Title: | Convert Data to Memorable Phrases |
---|---|
Description: | Convert keys and other values to memorable phrases. Includes some methods to build lists of words. |
Authors: | Max Candocia |
Maintainer: | Max Candocia <[email protected]> |
License: | GPL (>= 2) |
Version: | 0.2.1 |
Built: | 2025-02-24 03:31:58 UTC |
Source: | https://github.com/mcandocia/keytoenglish |
Converts a collection of documents to a word list
corpora_to_word_list( paths, ascii_only = TRUE, custom_regex = NA, max_word_length = 20, stopword_fn = DEFAULT_STOPWORDS, min_word_count = 5, max_size = 16^3, min_word_length = 3, output_file = NA, json_path = NA )

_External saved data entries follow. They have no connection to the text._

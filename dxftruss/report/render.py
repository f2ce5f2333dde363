"""The original drawing, rendered onto a reportlab canvas through ezdxf's drawing add-on.

Glossary:
    recording   what ezdxf's Frontend drew, kept by its Recorder: lines, paths,
                filled paths (text glyphs, hatches) and points, in drawing units.
    page map    the affine map drawing units -> page points: ``(xy - origin) * scale
                + offset``, applied in numpy (float64) before anything reaches reportlab,
                which writes only about 7 significant digits.
    greying     the original is drawn in light grey so our overlay reads on top of it:
                a colour's luminance L in [0, 1] becomes the grey ``lo + (hi - lo) * L``.

Flow: ``record_drawing(path)`` reads the DXF again and records it once;
``PageMap.fit(...)`` fits a box of the drawing into a page rectangle;
``ReportlabBackend(canvas, page_map)`` replays the recording onto a canvas
(``recording.player.replay(backend)``), every coordinate mapped to page points.

Heavy imports (ezdxf, its drawing add-on, reportlab) live inside the functions.
"""

from __future__ import annotations

import os
from collections.abc import Iterable
from dataclasses import dataclass, field
from typing import TYPE_CHECKING, Any

import numpy as np

if TYPE_CHECKING:
    from ..result import Result

#: entity types whose fills are area fills (drawn lighter than text glyph fills)
AREA_FILL_TYPES = frozenset({"HATCH", "MPOLYGON", "SOLID", "TRACE", "3DFACE", "WIPEOUT"})


@dataclass(frozen=True)
class PageMap:
    """Drawing units -> page points: ``(xy - origin) * scale + offset`` (no rotation).

    ``scale`` is in points per drawing unit.
    """

    origin: tuple[float, float]
    scale: float
    offset: tuple[float, float]

    @classmethod
    def fit(
        cls,
        box: tuple[float, float, float, float],
        rect: tuple[float, float, float, float],
        *,
        min_extent: float = 1e-12,
    ) -> PageMap:
        """Fit the drawing box (x0, y0, x1, y1) into the page rect (x, y, w, h), centred,
        aspect kept. A degenerate box (a point or a line) is fitted by its larger side."""
        x0, y0, x1, y1 = (float(v) for v in box)
        rx, ry, rw, rh = (float(v) for v in rect)
        w, h = max(x1 - x0, 0.0), max(y1 - y0, 0.0)
        big = max(w, h, min_extent)
        sx = rw / w if w > min_extent * big else np.inf
        sy = rh / h if h > min_extent * big else np.inf
        s = min(sx, sy)
        if not np.isfinite(s):  # a single point: any scale; centre it
            s = 1.0
        ox = rx + (rw - s * w) / 2
        oy = ry + (rh - s * h) / 2
        return cls((x0, y0), float(s), (float(ox), float(oy)))

    def apply(self, xy: Any) -> np.ndarray:
        """Map an (n, 2) array (or one point) of drawing coordinates to page points."""
        a = np.asarray(xy, dtype=np.float64)
        return (a - np.asarray(self.origin)) * self.scale + np.asarray(self.offset)

    def point(self, x: float, y: float) -> tuple[float, float]:
        return (
            (x - self.origin[0]) * self.scale + self.offset[0],
            (y - self.origin[1]) * self.scale + self.offset[1],
        )


@dataclass
class Recording:
    """One recorded rendering of a drawing's model space.

    box       (x0, y0, x1, y1) of everything recorded, drawing units (None if empty)
    types     top-level entity handle -> DXF type (tells text fills from area fills)
    skipped   what could not be drawn on a PDF (e.g. raster images), with counts
    """

    player: Any
    box: tuple[float, float, float, float] | None
    types: dict[str, str]
    n_records: int
    skipped: dict[str, int] = field(default_factory=dict)
    #: each record's box, for leaving out what a page does not show (render._record_boxes)
    record_boxes: Any = None


def read_document(path: str | os.PathLike[str], *, recover: bool = False) -> Any:
    """Read the DXF again: the recovery reader when the drawing needed it (or when the
    normal reader refuses it)."""
    import ezdxf
    from ezdxf import recover as ezrecover

    path = str(path)
    if not recover:
        try:
            return ezdxf.readfile(path)
        except (ezdxf.DXFStructureError, ValueError):  # damaged: as the check did, recover
            pass
    doc, _auditor = ezrecover.readfile(path)
    return doc


def checked_document(result: Result) -> Any:
    """The document the check read (``result.linework.document``): the reports draw and
    copy it, so a run opens and hashes the drawing once. A result made without one (a
    tool that built it by hand) reads the file again, and only if it is still the file
    that was checked (same SHA-256); so does one whose document lacks the line work
    the streaming reader read (``partial_document``). Raises OSError, ValueError or the DXF library's
    errors when that reading fails, InputError when the file changed."""
    doc = getattr(result.linework, "document", None)
    if doc is not None and not getattr(result.linework, "partial_document", False):
        return doc
    from ..errors import InputError
    from ..pipeline import file_sha256

    src = result.source.path
    if file_sha256(src) != result.source.sha256:
        raise InputError(f"{src}: the drawing changed after it was checked; run the check again")
    return read_document(src, recover=bool(result.source.recovered))


def record_drawing(
    doc: Any,
    *,
    max_entities: int = 200_000,
    layout: str = "Model",
) -> Recording:
    """Render the model space of ``doc`` (or the paper-space layout named ``layout``,
    without its VIEWPORT windows onto model space, in paper units: the coordinates the
    check read) once into a Recorder (white background, true colours, linetypes
    resolved, text as filled glyphs).

    Raises ``ValueError`` when the layout holds more than ``max_entities`` entities
    (the caller then draws the members only) or when ``layout`` is not in ``doc``.
    """
    from ezdxf.addons.drawing import Frontend, RenderContext
    from ezdxf.addons.drawing.config import (
        BackgroundPolicy,
        ColorPolicy,
        Configuration,
        ProxyGraphicPolicy,
    )
    from ezdxf.addons.drawing.recorder import Recorder

    msp = doc.modelspace() if layout == "Model" else doc.layouts.get(layout)
    if msp is None:
        raise ValueError(f"no layout {layout!r} in the drawing")
    n = len(msp)
    if n > max_entities:
        raise ValueError(f"{n} entities in the layout (more than {max_entities} are not rendered)")
    types = {e.dxf.handle: e.dxftype() for e in msp if e.dxf.handle}
    cfg = Configuration(
        background_policy=BackgroundPolicy.WHITE,
        color_policy=ColorPolicy.COLOR,
        proxy_graphic_policy=ProxyGraphicPolicy.SHOW,
        hatching_timeout=5.0,
    )
    rec = Recorder()
    Frontend(RenderContext(doc), rec, config=cfg).draw_layout(
        msp, finalize=True, filter_func=lambda e: e.dxftype() != "VIEWPORT"
    )
    player = rec.player()
    box = None
    if player.records:
        bb = player.bbox()
        if bb.has_data:
            box = (bb.extmin.x, bb.extmin.y, bb.extmax.x, bb.extmax.y)
    return Recording(player=player, box=box, types=types, n_records=len(player.records))
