"""The terminal summary: verdict per part, findings by severity, force extremes per case.

Plain text (no markup parsing), so names from the drawing cannot inject anything.
"""

from __future__ import annotations

import numpy as np

from ..findings import Severity
from ..model import joint_id, member_id
from . import CAUTION, assumptions


def _fmt(x: float) -> str:
    return f"{x:.4g}" if abs(x) >= 1e-3 or x == 0 else f"{x:.3e}"


def summary(result, *, max_findings: int = 40) -> str:  # type: ignore[no-untyped-def]
    t = result.truss
    src = result.source
    lines = [
        f"dxftruss check: {src.path}",
        f"  sha256 {src.sha256[:16]}, DXF {src.dxf_version}, units {src.length_unit} ({src.unit_source})"
        + (", REPAIRED ON READING - geometry may be wrong" if src.recovered else ""),
        f"  model: {t.n_joints} joints, {t.n_members} members, {len(t.supports)} supports, "
        f"{len(t.parts)} part(s), {len(t.cases)} load case(s)",
    ]
    for p, st in zip(t.parts, result.stability):
        extra = ""
        if st.mechanisms:
            extra = f" - {st.mechanisms} independent mechanism(s)"
        elif st.self_stress:
            extra = f" - {st.self_stress} redundant member(s)/restraint(s)"
        lines.append(
            f"  part {p.index + 1}: j={st.j} m={st.m} r={st.r} rank={st.rank} "
            f"mechanisms={st.mechanisms} self-stress={st.self_stress} -> {st.verdict.value.upper()}{extra}"
        )
    if result.symmetry_axis is not None:
        lines.append(f"  symmetric about x = {_fmt(result.symmetry_axis)}")
    lines.append("assumptions:")
    lines += [f"  - {a}" for a in assumptions(result)]

    counts = {sev: sum(f.severity is sev for f in result.findings) for sev in Severity}
    lines.append(
        f"findings: {counts[Severity.ERROR]} error(s), {counts[Severity.WARNING]} warning(s), "
        f"{counts[Severity.INFO]} info"
    )
    for i, f in enumerate(result.findings[:max_findings], 1):
        lines.append(f"  {i:>3}. {f.severity.value:<7} {f.code.value}: {f.message}")
    if len(result.findings) > max_findings:
        lines.append(f"  ... and {len(result.findings) - max_findings} more (see the JSON or PDF report)")

    fu = t.force_unit
    for c in result.cases:
        head = f"case {c.name!r}" + (" (assumed)" if c.assumed else "")
        if c.factors:
            head += " = " + " + ".join(f"{f:g} x {n}" for n, f in c.factors)
        lines.append(head + ":")
        forces = np.asarray(c.forces, dtype=float)
        solved = np.isfinite(forces)
        if not solved.any():
            lines.append("  not solved (see findings)")
            continue
        fs = np.where(solved, forces, 0.0)
        e_t, e_c = int(np.argmax(fs)), int(np.argmin(fs))
        if fs[e_t] > 0:
            lines.append(f"  largest tension     {_fmt(fs[e_t])} {fu} in {member_id(e_t)}")
        if fs[e_c] < 0:
            lines.append(f"  largest compression {_fmt(fs[e_c])} {fu} in {member_id(e_c)}")
        if c.reactions:
            lines.append(
                "  reactions: "
                + "; ".join(f"{joint_id(j)} ({_fmt(rx)}, {_fmt(ry)})" for j, rx, ry in c.reactions)
                + f" {fu}"
            )
        if c.zero_by_solution:
            names = ", ".join(member_id(e) for e in c.zero_by_solution[:20])
            more = f" and {len(c.zero_by_solution) - 20} more" if len(c.zero_by_solution) > 20 else ""
            by_rule = len(set(c.zero_by_rule) & set(c.zero_by_solution))
            lines.append(f"  zero-force members: {names}{more} ({by_rule} of them found by the joint rules alone)")
        if c.loads_symmetric is False and result.symmetry_axis is not None:
            lines.append("  the truss is symmetric but this load is not: the reactions will not split evenly")
        if len(c.solved_parts) < len(t.parts):
            lines.append(f"  solved {len(c.solved_parts)} of {len(t.parts)} parts (see findings)")
    lines.append("caution: " + CAUTION)
    return "\n".join(lines) + "\n"
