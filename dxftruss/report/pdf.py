"""The marked-up PDF report (docs/user-guide.md, Outputs).

Glossary:
    drawing page    one page per load case (and combination): the original drawing in
                    light grey, the members coloured by tension / compression / zero,
                    force labels, supports, loads, reactions and numbered finding
                    markers, with a title block and a legend.
    mechanism page  one page per mechanism mode (capped): the members with the mode's
                    displaced shape drawn over, moving joints marked.
    flow pages      the findings list and the tables (parts, joints, members, loads,
                    reactions), drawn on the canvas as running text and tables.
    label           a force value (or a member number when the value does not fit)
                    written along its member; labels never overlap each other, the
                    symbols, the markers or other members (``LabelPlacer``).
    page map        drawing units -> page points, applied in numpy (``render.PageMap``).

Forces are in the truss's force unit, tension positive; coordinates in drawing units.
Every page carries the caution (docs/user-guide.md, What the tool does) in its footer.

Text from the drawing (layer names, file names, case names) is only ever drawn with
``canvas.drawString`` and friends, which parse no markup; nothing here builds a
``Paragraph``, so no markup in a drawing can reach a markup parser.

The same Result gives the same bytes: ``Canvas(..., invariant=1)``, sorted inputs, and
the date taken from ``SOURCE_DATE_EPOCH`` when that is set.
"""

from __future__ import annotations

import datetime
import math
import os
from collections import defaultdict
from collections.abc import Callable, Iterable, Sequence
from dataclasses import dataclass, field
from pathlib import Path
from typing import Any

import numpy as np

from ..findings import Severity
from ..model import Fix, joint_id, member_id
from . import CAUTION, assumptions
from .render import PageMap, Recording, draw_recording, read_document, record_drawing, stroke_segments

#: page sizes in points, portrait (width, height)
PAGE_SIZES: dict[str, tuple[float, float]] = {
    "A4": (595.2756, 841.8898),
    "A3": (841.8898, 1190.5512),
    "LETTER": (612.0, 792.0),
    "TABLOID": (792.0, 1224.0),
}

# ---- palette: readable in greyscale and by colour-blind readers ------------------------
# tension: dark blue, solid (grey value ~0.30); compression: vermillion with a white core
# (grey ~0.52, looks hollow); zero: thin dashed mid grey; not solved: dotted dark grey.
TENSION = (0.122, 0.329, 0.651)
TENSION_TEXT = (0.086, 0.243, 0.510)
COMPRESSION = (0.878, 0.416, 0.102)
COMPRESSION_TEXT = (0.62, 0.25, 0.0)
ZERO_GREY = 0.55
ZERO_DASH = (4.0, 2.5)
UNSOLVED_GREY = 0.3
UNSOLVED_DASH = (0.8, 1.8)
PLAIN_GREY = 0.25
LOAD_RGB = (0.0, 0.0, 0.0)
REACTION_RGB = (0.533, 0.133, 0.333)
MODE_RGB = (0.0, 0.55, 0.40)
MARKER_FILL = {Severity.ERROR: (0.96, 0.89, 0.26), Severity.WARNING: (1.0, 1.0, 1.0), Severity.INFO: (0.85, 0.85, 0.85)}


# =========================================================================================
# numbers
# =========================================================================================
def fmt_force(v: float, *, sig: int = 3) -> str:
    """A force for a label: signed, ``sig`` significant digits, no exponent between 1e-3
    and 1e6 (``+12.5``, ``-0.833``, ``+12346``); ``0`` for zero; ``n/s`` when not solved."""
    v = float(v)
    if not math.isfinite(v):
        return "n/s"
    a = abs(v)
    if a == 0:
        return "0"
    e = math.floor(math.log10(a))
    if e >= 6 or e < -3:
        return f"{v:+.{sig - 1}e}"
    decimals = max(0, sig - 1 - e)
    s = f"{v:+.{decimals}f}"
    if float(s) == 0:
        return "0"
    return s


def clean_reactions(result: Any, case: Any, *, rel_tol: float = 1e-9) -> list[tuple[int, float, float]]:
    """The case's reactions with round-off noise (below ``rel_tol`` x the largest load,
    force or reaction of the case) written as 0.0."""
    vals = [abs(v) for _, rx, ry in case.reactions for v in (rx, ry)]
    f = np.asarray(case.forces, dtype=float)
    if np.isfinite(f).any():
        vals.append(float(np.nanmax(np.abs(f))))
    lc = next((lc for lc in result.truss.cases if lc.name == case.name), None)
    if lc is not None:
        vals += [abs(ld.fx) for ld in lc.loads] + [abs(ld.fy) for ld in lc.loads]
    tol = rel_tol * max(vals, default=0.0)
    return [
        (j, 0.0 if abs(rx) <= tol else float(rx), 0.0 if abs(ry) <= tol else float(ry)) for j, rx, ry in case.reactions
    ]


def fmt_num(v: float, *, sig: int = 6) -> str:
    """A number for the tables: ``sig`` significant digits, -0 written as 0."""
    v = float(v)
    if not math.isfinite(v):
        return "-"
    s = f"{v:.{sig}g}"
    return "0" if float(s) == 0 else s


# =========================================================================================
# fonts and canvas helpers
# =========================================================================================
@dataclass(frozen=True)
class Fonts:
    regular: str
    bold: str
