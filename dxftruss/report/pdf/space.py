"""The PDF report of a space truss: per load case one page of four views, then the
findings and the tables.

Glossary:
    views       orthographic projections of the world axes: an axonometric (isometric:
                page x = (x - y) cos 30, page y = (x + y) sin 30 + z), the plan (x right,
                y up), the front elevation (x right, z up, seen from -y) and the side
                elevation (y right, z up, seen from +x). Each view is fitted into its own
                box with its own scale (stated under its title).
    members     coloured and weighted by force as on a planar page (palette of
                symbols.py), labelled with the force at their midpoints where the label
                does not overlap another; the count of labels left out is stated.
    markers     every finding that names joints or members is marked, numbered as in the
                findings list, in every view (at its first joint, else its first member's
                midpoint).

The original drawing is not drawn (its line work is 3-D); every page carries the caution
in its footer. Text from the drawing reaches the canvas only through ``_Page.text`` and
the table cells, which show it escaped.
"""

from __future__ import annotations

import math
from pathlib import Path
from typing import Any

import numpy as np

from ...findings import Severity
from ...model import joint_id, member_id
from .. import assumptions
from .context import _Context, _report_date
from .format import _clip, _Page, _width, _wrap, fmt_force, register_fonts, shown
from .sheet import FOOTER_H, MARGIN, PAGE_SIZES, _footer
from .symbols import COMPRESSION, COMPRESSION_TEXT, MARKER_FILL, TENSION, TENSION_TEXT, ZERO_DASH, ZERO_GREY
from .tables import Column, _Flow

COS30, SIN30 = math.cos(math.radians(30)), 0.5

#: (title, projection of world (n, 3) -> (n, 2))
VIEWS: tuple[tuple[str, Any], ...] = (
    (
        "axonometric (isometric)",
        lambda p: np.column_stack([(p[:, 0] - p[:, 1]) * COS30, (p[:, 0] + p[:, 1]) * SIN30 + p[:, 2]]),
    ),
    ("plan (x right, y up)", lambda p: p[:, [0, 1]]),
    ("front elevation (x right, z up, from -y)", lambda p: p[:, [0, 2]]),
    ("side elevation (y right, z up, from +x)", lambda p: p[:, [1, 2]]),
)
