Glossary:
    next step      what to change in the drawing (or the one option to give) so that the
                   finding goes away: the two ends to join, the member to add, the free end.
    closing snap   for a near miss, the smallest ``--snap`` at the message resolution
                   (units.LengthFormat) above the gap plus SNAP_MARGIN: it joins the two
                   ends whatever the snap stage's rounding; it is offered only when it
                   is below every other distance between distinct joints and from a joint to
                   the inside of a member it is not on (``next closest``), so raising the
                   snap to it joins nothing else.
    elongation     of a bar between joints i and j under a mechanism mode u:
                   (u_j - u_i) . e_ij, e_ij the unit vector from i to j (first order).
                   A bar whose elongation is not zero is not in the span of the members'
                   compatibility rows, so adding it raises the rank of the equilibrium
                   matrix by one and removes that mechanism (Pellegrino & Calladine: a
                   mechanism is a vector of null(A^T), here the mode shape of
                   stability.py; a new column b of A with b . u != 0 takes u out of the null
                   space).

This stage runs after the audits and the statics; it reads the findings and returns
them with ``next_step`` (and a few ``data`` keys, docs/findings.md) filled in. The
messages keep saying what was found; the next step says what to do.
"""

from __future__ import annotations

import math
from collections.abc import Callable
from dataclasses import replace
from typing import Any

import numpy as np
from scipy.spatial import cKDTree

from ..findings import Code, Finding
from ..model import Support, Truss, joint_id, member_id
from ..units import LengthFormat
from . import lengths_for
from .stability import Mode, PartStability

#: a candidate bar must stretch at least this much per unit of the mode's largest
#: joint motion (the modes are normalised to 1; the rank tolerance is ~1e-13)
MIN_ELONGATION = 1e-3
#: the closing snap exceeds the gap by this fraction: snap.cluster_points rounds the ends
#: onto a grid of 1e-3 snap first, which can widen a gap by up to 1.42e-3 snap
SNAP_MARGIN = 2e-3
#: nearest joints tried as the far end of a new bar, per moving joint
NEIGHBOURS = 12
#: candidate bars (those that stretch under the mode, shortest first) examined per mode
MAX_TRIES = 200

corpora_to_word_list( paths, ascii_only = TRUE, custom_regex = NA, max_word_length = 20, stopword_fn = DEFAULT_STOPWORDS, min_word_count = 5, max_size = 16^3, min_word_length = 3, output_file = NA, json_path = NA )
paths |
Paths of plaintext documents |
ascii_only |
Will omit non-ascii characters if TRUE |
custom_regex |
If not NA, will override ascii_only and this will determine what a valid word consists of |
max_word_length |
Maximum length of extracted words |
stopword_fn |
Filename containing stopwords to use or a list of stopwords (if length > 1) |
min_word_count |
Minimum number of occurrences for a word to be added to word list |
max_size |
Maximum size of list |
min_word_length |
Minimum length of words |
output_file |
File to write list to |
json_path |
If input text is JSON, then it will be parsed as such if this is a character of JSON keys to follow |
A 'character' vector of words
Calculates greatest common denominator of a list of numbers
GCD(...)
GCD(...)
... |
Any number of 'numeric' vectors or nested 'list's containing such |
A 'numeric' that is the greatest common denominator of the input values
Randomly generate sentences with a specific structure
generate_random_sentences(n, punctuate = TRUE, fast = FALSE)
generate_random_sentences(n, punctuate = TRUE, fast = FALSE)
n |
'numeric' number of sentences to generate |
punctuate |
'logical' value of whether to add spaces, capitalize first letter, and append period |
fast |
'logical' |
'character' vector of randomly generated sentences
Hashes data to a sentence that contains 54 bits of entropy
hash_to_sentence(x, ...)
hash_to_sentence(x, ...)
x |
- Input data, which will be converted to 'character' if not already 'character' |
... |
- Other parameters to pass to 'keyToEnglish()', besides 'word_list', 'hash_subsection_size', and 'hash_function' |
'character' vector of hashed field resembling phrases
Hashes field to sequence of words from a list.
keyToEnglish( x, hash_function = "md5", phrase_length = 5, corpus_path = NA, word_list = wl_common, hash_subsection_size = 3, sep = "", word_trans = "camel", suppress_warnings = FALSE, hash_output_length = NA, forced_limit = NA, numeric_append_range = NA )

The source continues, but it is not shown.